Dans quel état sont aujourd'hui les relations entre les deux pays ? Comment ont-elles évolué depuis 2017 ?

À Lire Aussi

Brexit : et si les électeurs britanniques avaient obtenu une bonne partie de ce qu’ils souhaitaient ?
Dans la première moitié de son mandat, Emmanuel Macron, malgré ses envolées lyriques, s'est heurté à la réalité. La France, depuis Hollande, est trop mal gérée pour peser dans le dialogue franco-allemand. Laissons au président français une certaine lucidité: il imaginait que l'on saisisse le moment Trump pour faire émerger une vraie défense européenne. Il a plaidé pour une politique plus ouverte vis-à-vis de la Russie. Mais la Chancelière, qui n'a jamais eu au fond que détestation (Sarkozy) ou mépris (Hollande) pour les présidents français qu'elle a côtoyés - selon tous les témoignages que j'ai pu recueillir à Berlin - n'a jamais bougé sur une initiative française. Elle n'aurait jamais donné suite à l'idée d'un approfondissement de la zone euro ou d'un emprunt au niveau européen sans la nécessité, pour l'Allemagne de relancer le marché européen. Ce n'est pas pour Macron qu'elle l'a fait. Et ce dernier a été un obstacle pour la mise en place d'un Brexit pragmatique. Donc au total les relations franco-allemandes ne sont pas bonnes. L'Allemagne, depuis la fin de la période Schröder, garde un oeil attentif sur la relation pour contrôler Paris. Mais il n'y a plus que les Français pour croire qu'il faut passer par "Paris-Berlin" pour gagner un dossier européen. Cela fait longtemps que l'Allemagne constitue ses coalitions européennes pour faire passer ses mesures. Et le gouvernement allemand va intensifier la méthode puisque la Grande-Bretagne n'est plus là, qui était souvent un allié.

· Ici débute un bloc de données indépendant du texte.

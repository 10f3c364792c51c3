import { type PlantDetails } from '#db/queries/plants';
import { QUARTER_SEC } from '#lib/time/quarters';
import { localDateAt, localMinuteAt, weekdayOf } from '#lib/time/zone';
import { type Span } from '../levels/spans';

export type Schedule = Pick<PlantDetails, 'weekdays' | 'fromMin' | 'toMin'>;

/** Local clock of an instant. */
export interface LocalClock {
  /** 0 is Monday. */
  weekday: number;
  minute: number;
}

/** Local clocks of a period, one a quarter-hour from its beginning. */
export function clocksOf({ fromSec, toSec }: Span, zone: string): LocalClock[] {
  const clocks: LocalClock[] = [];
  for (let sec = fromSec; sec < toSec; sec += QUARTER_SEC) {
    clocks.push({ weekday: weekdayOf(localDateAt(sec, zone)), minute: localMinuteAt(sec, zone) });
  }
  return clocks;
}

/** Part of a period, 0–1 by its quarter-hours, in which a plant was scheduled to run. */
export function scheduledShare(schedule: Schedule, clocks: readonly LocalClock[]): number {
  return clocks.length === 0
    ? 0
    : clocks.filter((clock) => isScheduled(schedule, clock)).length / clocks.length;
}

/** A run that ends on the next day belongs to the weekday on which it begins. */
function isScheduled({ weekdays, fromMin, toMin }: Schedule, { weekday, minute }: LocalClock): boolean {
  const runsOn = (day: number) => (weekdays & (1 << day)) !== 0;
  if (fromMin === null || toMin === null) return runsOn(weekday);
  if (fromMin < toMin) return runsOn(weekday) && fromMin <= minute && minute < toMin;
  return (runsOn(weekday) && minute >= fromMin) || (runsOn((weekday + 6) % 7) && minute < toMin);
}
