import fc from 'fast-check';
import { describe, expect, it } from 'vitest';
import { presetsAt, stepPeriod } from '#lib/time/periodSteps';
import { hrefOfPeriod, parseUrlInstant, readUrlPeriod, urlInstant } from '#lib/time/urlPeriod';

const LONDON = 'Europe/London';
const sec = (iso: string) => Date.parse(iso) / 1000;
const NOW_SEC = sec('2026-03-18T09:41:30Z');
const read = (query: string) => readUrlPeriod(new URL(`http://x.example/n/a/map${query}`), LONDON, NOW_SEC);

describe('the period in an address', () => {
  it('is the last 24 hours, up to the minute, where none is named', () => {
    expect(read('')).toEqual({
      fromSec: sec('2026-03-17T09:41Z'),
      toSec: sec('2026-03-18T09:41Z'),
      isDefault: true,
      problem: null,
    });
  });

  it('reads local minutes, midnight as 24:00, local dates and RFC 3339', () => {
    expect(read('?from=2026-07-01T12:00&to=2026-07-01T24:00')).toMatchObject({
      fromSec: sec('2026-07-01T11:00Z'),
      toSec: sec('2026-07-01T23:00Z'),
      isDefault: false,
    });
    expect(read('?from=2026-07-01&to=2026-07-02T00:00:00%2B02:00')).toMatchObject({
      fromSec: sec('2026-06-30T23:00Z'),
      toSec: sec('2026-07-01T22:00Z'),
    });
  });

  it.each([
    ['?from=2026-02-31T00:00&to=2026-03-02T00:00', 'The beginning of the period could not be read.'],
    ['?from=2026-03-01T00:00', 'The end of the period could not be read.'],
    ['?from=2026-03-02T00:00&to=2026-03-02T00:00', 'The period ends before it begins.'],
    ['?from=2006-03-02T00:00&to=2026-03-02T00:00', 'The period is longer than ten years.'],
  ])('says what is wrong with %s', (query, problem) => {
    expect(read(query)).toMatchObject({ isDefault: true, problem, toSec: sec('2026-03-18T09:41Z') });
  });

  it('writes an instant so that it is read back, whatever the clock does', () => {
    const zones = fc.constantFrom(LONDON, 'Australia/Lord_Howe', 'America/St_Johns', 'Asia/Kathmandu', 'UTC');
    const seconds = fc.integer({ min: sec('2024-01-01T00:00Z'), max: sec('2028-01-01T00:00Z') });
    fc.assert(
      fc.property(seconds, zones, (at, zone) => parseUrlInstant(urlInstant(at, zone), zone) === at),
      { numRuns: 500 },
    );
    for (let at = sec('2026-10-25T00:00Z'); at < sec('2026-10-25T03:00Z'); at += 900) {
      expect(parseUrlInstant(urlInstant(at, LONDON), LONDON)).toBe(at);
    }
  });

  it('keeps the other parameters of the address, but no place in a list', () => {
    const url = new URL('http://x.example/n/a/exceedances?station=MER-01&from=2026-01-01&cursor=abc');
    const period = { fromSec: sec('2026-03-17T12:00Z'), toSec: sec('2026-03-18T00:00Z') };
    expect(hrefOfPeriod(url, period, LONDON)).toBe(
      '/n/a/exceedances?station=MER-01&from=2026-03-17T12:00&to=2026-03-18T00:00',
    );
    expect(hrefOfPeriod(url, null, LONDON)).toBe('/n/a/exceedances?station=MER-01');
  });
});

describe('stepping', () => {
  const step = (from: string, to: string, direction: -1 | 1) => {
    const { fromSec, toSec } = stepPeriod({ fromSec: sec(from), toSec: sec(to) }, direction, LONDON);
    return [urlInstant(fromSec, LONDON), urlInstant(toSec, LONDON)];
  };

  it('steps whole dates over a clock change by the calendar', () => {
    expect(step('2026-03-28T00:00Z', '2026-03-29T00:00Z', 1)).toEqual([
      '2026-03-29T00:00',
      '2026-03-30T00:00',
    ]);
  });

  it('steps whole months by months', () => {
    expect(step('2026-03-01T00:00Z', '2026-03-31T23:00Z', -1)).toEqual([
      '2026-02-01T00:00',
      '2026-03-01T00:00',
    ]);
  });

  it('steps anything else by its length', () => {
    expect(step('2026-03-17T12:00Z', '2026-03-17T18:00Z', 1)).toEqual([
      '2026-03-17T18:00',
      '2026-03-18T00:00',
    ]);
  });

  it('offers whole days, weeks from Monday and months', () => {
    const spans = presetsAt(NOW_SEC, LONDON).map(
      ({ span }) => span && [urlInstant(span.fromSec, LONDON), urlInstant(span.toSec, LONDON)],
    );
    expect(spans).toEqual([
      null,
      ['2026-03-18T00:00', '2026-03-19T00:00'],
      ['2026-03-17T00:00', '2026-03-18T00:00'],
      ['2026-03-16T00:00', '2026-03-23T00:00'],
      ['2026-03-01T00:00', '2026-04-01T00:00'],
      ['2026-02-01T00:00', '2026-03-01T00:00'],
    ]);
  });
});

Avec le départ d’Angela Merkel, comment ces relations franco-allemandes pourraient-elles évoluer ? Peut-on s'attendre à une rupture ou à une continuité ?

À Lire Aussi

Conseil européen : l’Union (européenne) fait-elle vraiment la force en matière de politique étrangère ?
Angela Merkel est le dernier chancelier puissant. Son successeur, qu'il s'appelle Annalena Baerbock ou Armin Laschet, sera le chef d'une coalition fragile, éventuellement à trois partis.Les gouvernements allemands vont être de plus en plus faibles. Le jeu français sera de plus compliqué par l'activisme des Allemands de Bruxelles, un 17è Land, du point de vue de l'influence politique. Nos gouvernants ne savent pas faire du lobbying à Bruxelles; ils ne savent pas non plus réseauter dans les Länder allemands. L'Assemblée franco-allemande mise en place par le traité d'Aix-La-Chapelle, pourrait être un lieu d'activité et de réseautage français. Mais nos députés n'y sont pas plus assidus qu'au Parlement européen. Le prochain gouvernement allemand sera content des sommets franco-allemands pour une raison: ils lui permettront de peser un peu plus entre l'enclume des Länder et le marteau bruxellois. Mais cela veut dire aussi que Macron ou son successeur courront en permanence le risque d'être instrumentalisés.

À Lire Aussi

Quand l’Europe peine à maintenir le fragile équilibre entre ses valeurs et ses intérêts

En raison de débordements, nous avons fait le choix de suspendre les commentaires des articles d'Atlantico.fr.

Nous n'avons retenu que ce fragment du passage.